Start of Records

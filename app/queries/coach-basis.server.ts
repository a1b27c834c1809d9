import { type AirProfile, ENGINE_VERSION } from '~/air';
import type { CoachBasis, RigInUse, Wheel } from '~/fill/fill-setup';
import { rigKeyOf } from '~/fill/rig-key';
import { axleOf, positionsOf } from '~/loads';
import { AirProfileRow } from '~/models/air-profile.server';
import { Coach } from '~/models/coach.server';
import { Rig } from '~/models/rig.server';
import { notFound } from '~/services/refusal.server';
import { loadAxleTargets } from './axle-targets.server';
import { loadFittedTires } from './fitted-tires.server';

/**
 * What rounds and fills of a coach are made from.
 * @param coachId one that the person may see
 * @throws Refusal `coach-not-found` when it has been removed
 */
export async function loadCoachBasis(coachId: string): Promise<CoachBasis> {
  const coach = await Coach.findOne({ where: { id: coachId, deletedAt: null } });
  if (!coach) throw notFound('coach');
  const { id, name, layout, toleranceKpa, lowerBy } = coach;
  const rig = await rigInUse(id);
  const [wheels, profile] = await Promise.all([wheelsOf(coach), profileOf(id, rig)]);
  return { id, name, layout, toleranceKpa, lowerBy, rig, wheels, profile };
}

async function rigInUse(coachId: string): Promise<RigInUse | null> {
  const rig = await Rig.findOne({ where: { coachId, retiredAt: null } });
  if (!rig) return null;
  const { hose, chuck, gauge, gaugePlace, hasValve, stepKpa } = rig;
  return { hose, chuck, gauge, gaugePlace, hasValve, stepKpa };
}

/** Front first; a position without a tire or a target is left out. */
async function wheelsOf({ id, layout }: Coach): Promise<Wheel[]> {
  const [tires, targets] = await Promise.all([loadFittedTires(id), loadAxleTargets(id)]);
  return positionsOf(layout).flatMap((position) => {
    const tire = tires.find((each) => each.position === position);
    const target = targets.find((each) => each.axle === axleOf(position));
    if (!tire || !target) return [];
    const { tireId, size, volumeL, sidewallLimitKpa, wheelLimitKpa } = tire;
    const limitKpa = Math.min(sidewallLimitKpa, wheelLimitKpa);
    return { tireId, position, size, targetKpa: target.targetKpa, limitKpa, volumeL };
  });
}

/** What another version of the engine learned may mean something else, so it is left. */
async function profileOf(coachId: string, rig: RigInUse | null): Promise<AirProfile | null> {
  const named = rig && { hose: rig.hose, chuck: rig.chuck, gaugeName: rig.gauge };
  const rigKey = rigKeyOf({
    rig: named ? { gauge: 'at-chuck', valve: false, ...named } : undefined,
  });
  const row = await AirProfileRow.findOne({
    where: { coachId, rigKey, engineVersion: ENGINE_VERSION },
    order: [['learnedAt', 'DESC']],
  });
  return row?.profile ?? null;
}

End of Records

#### What to do:
If a line in the records holds the string "profileOf", copy it.

#### Reply to the task:
  const [wheels, profile] = await Promise.all([wheelsOf(coach), profileOf(id, rig)]);
async function profileOf(coachId: string, rig: RigInUse | null): Promise<AirProfile | null> {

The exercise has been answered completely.